**Prompt:** Reproduce this listing from its first line through the line with "string, seed: string)", inclusive, leaving out all that follows.

**Exercise materials:**

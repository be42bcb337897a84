import { photograph } from './support/photograph';
import { expect, expectAccessible, test, type Page } from './support/test';

const lwazi = 'lwazi@averholm.example';
const allSaved = (page: Page) => expect(page.getByText('All saved.')).toBeVisible();

/** The tag as a phone reads it from the screen. */
async function tagOf(page: Page): Promise<string> {
	const words = (await page.locator('#tag ~ div .fig').first().textContent())?.trim() ?? '';
	return `RLT1:${words.replaceAll('-', '')}`;
}

async function addPhotographs(page: Page, tag: string, seed: string) {
	for (const shot of ['The crankpin', 'Its two shells', 'What decides the cause']) {
		const buffer = await photograph(`${seed} ${shot}`, shot === 'Its two shells' ? undefined : tag);
		await page
			.getByLabel(`Add a photograph: ${shot}`)
			.setInputFiles({ name: `${shot}.jpg`, mimeType: 'image/jpeg', buffer });
	}
	await expect(page.getByText('Tag found', { exact: true })).toHaveCount(2, { timeout: 40_000 });
	await expect(page.getByText('No tag found')).toHaveCount(1);
}

async function takeReadings(page: Page) {
	const cells = page.getByRole('textbox', { name: /Crankpin, .* millimetres/ });
	for (const [index, value] of ['39.975', '39,968', '39.974', '39.966'].entries()) {
		await cells.nth(index).fill(value);
		await cells.nth(index).blur();
	}
	const bores = page.getByRole('textbox', { name: /Bearing bore, .* millimetres/ });
	await bores.nth(0).fill('40.036');
	await bores.nth(0).blur();
	await bores.nth(1).fill('40.037');
	await bores.nth(1).blur();
}

test('a job sheet from the first photograph to competent at the second attempt', async ({
	as,
	mail,
	stranger
}) => {
	test.setTimeout(240_000);
	const student = await as(lwazi);
	await student.goto('/s/averholm/bench');
	await student.getByRole('link', { name: 'Crankpins and shells' }).click();
	await student.getByRole('button', { name: 'Open an attempt' }).click();
	await expect(student.getByRole('heading', { name: 'Evidence tag' })).toBeVisible();
	const firstTag = await tagOf(student);
	expect(firstTag).toMatch(/^RLT1:[0-9A-HJKMNP-TV-Z]{16}$/);

	await test.step('a file that is no photograph is refused by its content', async () => {
		await student.getByLabel('Add a photograph: The crankpin').setInputFiles({
			name: 'pin.jpg',
			mimeType: 'image/jpeg',
			buffer: Buffer.from('<svg xmlns="http://www.w3.org/2000/svg"/>')
		});
		await expect(student.getByRole('alert').filter({ hasText: 'pin.jpg' })).toBeVisible();
	});

	await addPhotographs(student, firstTag, 'first');
	await test.step('readings compute as they are typed, slips are named', async () => {
		const cell = student.getByRole('textbox', { name: /Crankpin, front end, in line/ });
		await cell.fill('399.75');
		await cell.blur();
		await expect(student.getByText('is not between 39.5 and 40.1 mm')).toBeVisible();
		await takeReadings(student);
		const row = (name: string) => student.getByRole('row').filter({ hasText: name });
		// 39.975 − 39.968 and 39.974 − 39.966: the larger is 0.008; 40.037 − 39.966 = 0.071.
		await expect(row('Out-of-round')).toContainText('0.008');
		await expect(row('Oil clearance, most')).toContainText('0.071');
		await expect(row('Oil clearance, most')).toContainText('Too close to call');
		await allSaved(student);
	});
	await test.step('a finding is pinned, the cause argued', async () => {
		await student.getByLabel('From the left, %').fill('42');
		await student.getByLabel('What is seen there').fill('Blue band in the middle of the pin.');
		await student.getByRole('button', { name: 'Pin finding 1' }).click();
		await student.getByLabel('Root cause').fill('Excess sealant at the sump joint');
		await student
			.getByLabel('From what you found')
			.fill('1 because the film failed; because strands closed the screen.');
		await student.getByLabel('From what you found').blur();
		await allSaved(student);
		await expectAccessible(student);
	});
	await test.step('what was typed survives another visit', async () => {
		await student.reload();
		await expect(student.getByLabel('Root cause')).toHaveValue('Excess sealant at the sump joint');
		await expect(student.getByRole('textbox', { name: /Crankpin, front end, square/ })).toHaveValue(
			'39.968'
		);
	});
	await student.getByRole('button', { name: 'Hand in attempt 1' }).click();
	await expect(student.getByText('Waiting to be marked')).toBeVisible();

	const marker = await as('instructor@averholm.example');
	const second = await as('instructor2@averholm.example');
	await marker.goto('/s/averholm/marking');
	const mine = /Crankpins and shells: Lwazi Brandt/;
	await marker.getByRole('link', { name: mine }).click();
	await marker.getByRole('button', { name: 'Take it to mark' }).click();
	await expect(marker.getByText('With you until')).toBeVisible();
	await test.step('two instructors cannot mark the same work unawares', async () => {
		await second.goto('/s/averholm/marking');
		await expect(second.getByText('With Marit Oyelaran')).toBeVisible();
		await second.getByRole('link', { name: mine }).click();
		await expect(second.getByText(/Marit Oyelaran has this work/)).toBeVisible();
		await expect(second.getByRole('button', { name: 'Sign and send' })).toHaveCount(0);
	});
	await test.step('the scheme decides: not yet, with what to do again', async () => {
		await marker.getByRole('button', { name: 'Larger' }).click();
		await expect(marker.getByText('150 %')).toBeVisible();
		await marker.getByRole('button', { name: 'Turn' }).click();
		await expectAccessible(marker);
		await marker
			.getByLabel('The part can be identified; balloon or focus misses the damage.')
			.check();
		await marker.getByLabel(/Readings contradict each other/).check();
		await marker.getByLabel(/The ruling follows, what is too close/).check();
		await marker.getByLabel(/Reaches a cause and rules others out/).check();
		await marker.getByLabel(/Seen at the bench, shaft lifted/).check();
		await expect(
			marker.getByText('Readings lies more than one level below its least.')
		).toBeVisible();
		await marker.getByRole('button', { name: 'Sign and send' }).click();
		await expect(marker.getByText('Safe work: say who saw it at the bench.').first()).toBeVisible();
		await marker.getByLabel('Seen at the bench by').selectOption({ label: 'Rune Castellane' });
		await marker.getByLabel('In words: Evidence').fill('The tag hides the pin.');
		await marker.getByLabel('In words: Readings').fill('Zero was not checked afterwards.');
		await marker.getByRole('button', { name: 'Sign and send' }).click();
		await expect(marker.getByText('Signed by Marit Oyelaran')).toBeVisible();
	});

	const letter = await mail.letterTo(lwazi, /not yet competent/);
	expect(letter.text).toContain('Measure again in two planes at both ends');
	const address = letter.links.find((one) => one.includes('/job-sheets/')) ?? '';
	await student.goto(address);
	await expect(student.getByText('Not yet', { exact: true })).toBeVisible();
	await expect(student.getByText('Zero was not checked afterwards.')).toBeVisible();
	await student.getByRole('link', { name: 'To the next attempt' }).click();
	await student.getByRole('button', { name: 'Open another attempt' }).click();
	const secondTag = await tagOf(student);
	expect(secondTag, 'a tag belongs to one attempt').not.toBe(firstTag);

	await test.step('the tag of the attempt before is told from this one', async () => {
		const buffer = await photograph('old tag', firstTag);
		await student
			.getByLabel('Add a photograph: The crankpin')
			.setInputFiles({ name: 'old.jpg', mimeType: 'image/jpeg', buffer });
		await expect(student.getByText('Another tag')).toBeVisible({ timeout: 30_000 });
		await student.getByRole('button', { name: 'Take out' }).click();
		await expect(student.getByText('Another tag')).toHaveCount(0);
	});
	await addPhotographs(student, secondTag, 'second');
	await takeReadings(student);
	await student.getByLabel('What is seen there').fill('Blue band in the middle of the pin.');
	await student.getByRole('button', { name: 'Pin finding 1' }).click();
	await student.getByLabel('Root cause').fill('Excess sealant at the sump joint');
	await student
		.getByLabel('From what you found')
		.fill('1 because the film failed; because the screen was shut.');
	await student.getByLabel('From what you found').blur();
	await allSaved(student);
	await student.getByRole('button', { name: 'Hand in attempt 2' }).click();
	await expect(student.getByRole('heading', { name: 'Attempt 1 (before)' })).toBeVisible();

	await second.goto('/s/averholm/marking');
	await second.getByRole('link', { name: mine }).click();
	await second.getByRole('button', { name: 'Take it to mark' }).click();
	await second.getByText('Attempt 1, before this one').click();
	await expect(second.getByText('Zero was not checked afterwards.')).toBeVisible();
	await second.getByLabel(/Part identifiable, in focus, tagged, balloon/).check();
	await second.getByLabel(/Two planes, both ends, zero checked/).check();
	await second.getByLabel(/The ruling follows, what is too close/).check();
	await second.getByLabel(/Reaches a cause and rules others out/).check();
	await second.getByLabel(/Seen at the bench, shaft lifted/).check();
	await second.getByLabel('Seen at the bench by').selectOption({ label: 'Marit Oyelaran' });
	await second.getByRole('button', { name: 'Sign and send' }).click();
	await expect(second.getByText('Every row reaches its least level.')).toBeVisible();
	await mail.letterTo(lwazi, /: Crankpins and shells, competent/);

	await test.step('photographs are served to those who may see the work, clean of places', async () => {
		const src = await second.locator('main img').first().getAttribute('src');
		const file = await second.request.get(src ?? '');
		expect(file.status()).toBe(200);
		expect(Buffer.from(await file.body()).includes('GPS')).toBe(false);
		const nobody = await stranger();
		expect((await nobody.request.get(src ?? '')).status()).toBe(401);
		const other = await as('student@averholm.example');
		expect((await other.request.get(src ?? '')).status()).toBe(404);
	});
});
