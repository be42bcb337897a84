import { expect, signIn, test } from './support/test';
import { rowsOf } from './support/rows';
import { screenshots } from './support/screenshots';

test('the office enrols from a list without JavaScript', async ({ openContext }) => {
	const page = await (await openContext({ javaScriptEnabled: false })).newPage();
	await signIn(page, 'office@averholm.example');
	await page.goto('/s/averholm/cohorts');
	await page.getByLabel('Name').fill('Evening group');
	await page
		.getByLabel('Course', { exact: true })
		.selectOption({ label: 'Reading failed engines' });
	await page.getByLabel('First day').fill('2026-12-07');
	await page.getByLabel('Last day').fill('2027-02-01');
	await page.getByLabel('Instructor').selectOption({ label: 'Rune Castellane' });
	await page.getByRole('button', { name: 'Make the cohort' }).click();
	await page.getByText('Record a payment made another way').click();
	await page.getByLabel('Paid places').fill('1');
	await page.getByLabel('How it was paid').selectOption('bank-transfer');
	await page.getByLabel('Its number').fill('BT-88');
	await page.getByRole('button', { name: 'Record it' }).click();
	await expect(page.getByText('1 paid, 1 free')).toBeVisible();

	await page.getByRole('textbox', { name: 'The list' }).fill('Anna "Strand,anna@evening.example');
	await page.getByRole('button', { name: 'Check the list' }).click();
	await expect(page.getByText(/cannot be read as CSV/)).toBeVisible();
	await expect(page.getByRole('textbox', { name: 'The list' })).toHaveValue(
		'Anna "Strand,anna@evening.example'
	);
	const list = 'Anna Strand,anna@evening.example\nPer Dalby,per@evening.example';
	await page.getByRole('textbox', { name: 'The list' }).fill(list);
	await page.getByRole('button', { name: 'Check the list' }).click();
	await expect(page.getByText('1 would be invited, 1 would wait')).toBeVisible();
	await expect(page.getByRole('textbox', { name: 'The list' })).toHaveValue(list);
	await page.getByRole('button', { name: 'Write 2 and invite 1' }).click();
	await expect(page.getByText('2 added. 1 invited by e-mail. 1 waits until')).toBeVisible();
	await expect(page.getByText('anna@evening.example')).toBeVisible();
	await page.getByRole('button', { name: /Take off.*Anna Strand/ }).click();
	await expect(page.getByText('waits for a place')).toHaveCount(0);
});

test('what is written is the list that was shown, not what was typed since', async ({ as }) => {
	const page = await as('office@averholm.example');
	await page.goto('/s/averholm/cohorts');
	await page.getByRole('table').getByRole('link').first().click();
	await page.getByRole('textbox', { name: 'The list' }).fill('Teo Aas,teo@shown.example');
	await page.getByRole('button', { name: 'Check the list' }).click();
	const write = page.getByRole('button', { name: /^Write 1/ });
	await expect(write).toBeVisible();
	await page.getByRole('textbox', { name: 'The list' }).fill('Somebody Else,else@typed.example');
	await write.click();
	await expect(page.getByText('teo@shown.example')).toBeVisible();
	await expect(page.getByText('else@typed.example')).toHaveCount(0);
});

test('a spreadsheet in the old code page keeps its letters', async ({ as }) => {
	const page = await as('office@averholm.example');
	await page.goto('/s/averholm/cohorts');
	await page.getByRole('table').getByRole('link').first().click();
	const buffer = Buffer.from('Bj\xf8rg \xc5s;bjorg@old.example', 'latin1');
	await page.getByLabel('Or a file').setInputFiles({ name: 'l.csv', mimeType: 'text/csv', buffer });
	await expect(page.getByRole('textbox', { name: 'The list' })).toHaveValue(
		'Bjørg Ås;bjorg@old.example'
	);
});

test('the ledger is taken away as a file', async ({ as }) => {
	const page = await as('office@averholm.example');
	await page.goto('/s/averholm/ledger');
	const [download] = await Promise.all([
		page.waitForEvent('download'),
		page.getByRole('link', { name: 'Download the whole ledger' }).click()
	]);
	expect(download.suggestedFilename()).toMatch(/^ledger-averholm-\d+\.jsonl$/);
});

test('public pages fit a phone and can be used by all, without JavaScript', async ({
	openContext,
	site
}) => {
	const page = await (await openContext({ javaScriptEnabled: false })).newPage();
	const codes = await rowsOf<{ code: string; withdrawnAt: string | null }>(
		site.dataDir,
		'SELECT code, withdrawnAt FROM certificates ORDER BY withdrawnAt'
	);
	expect(codes.map((one) => one.withdrawnAt === null)).toEqual([true, false]);
	const paths = ['/prospectus', '/check', '/check/RL-0000-0000-0000', '/check/nonsense'];
	for (const path of [...paths, ...codes.map((one) => `/check/${one.code}`)]) {
		await page.goto(path);
		await page.setViewportSize({ width: 360, height: 800 });
		expect(
			await page.evaluate(() => document.documentElement.scrollWidth),
			path
		).toBeLessThanOrEqual(360);
		await screenshots(page, path.replaceAll('/', '_'));
	}
	await page.goto('/check');
	await page.getByLabel('Code of the certificate').fill(codes[1]?.code ?? '');
	await page.getByRole('button', { name: 'Check' }).click();
	await expect(page.getByText('Withdrawn', { exact: true })).toBeVisible();
});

**Exercise response:**
repository be42bcb337897a84
import { photograph } from './support/photograph';
import { expect, expectAccessible, test, type Page } from './support/test';

const lwazi = 'lwazi@averholm.example';
const allSaved = (page: Page) => expect(page.getByText('All saved.')).toBeVisible();

/** The tag as a phone reads it from the screen. */
async function tagOf(page: Page): Promise<string> {
	const words = (await page.locator('#tag ~ div .fig').first().textContent())?.trim() ?? '';
	return `RLT1:${words.replaceAll('-', '')}`;
}

async function addPhotographs(page: Page, tag: string, seed: string) {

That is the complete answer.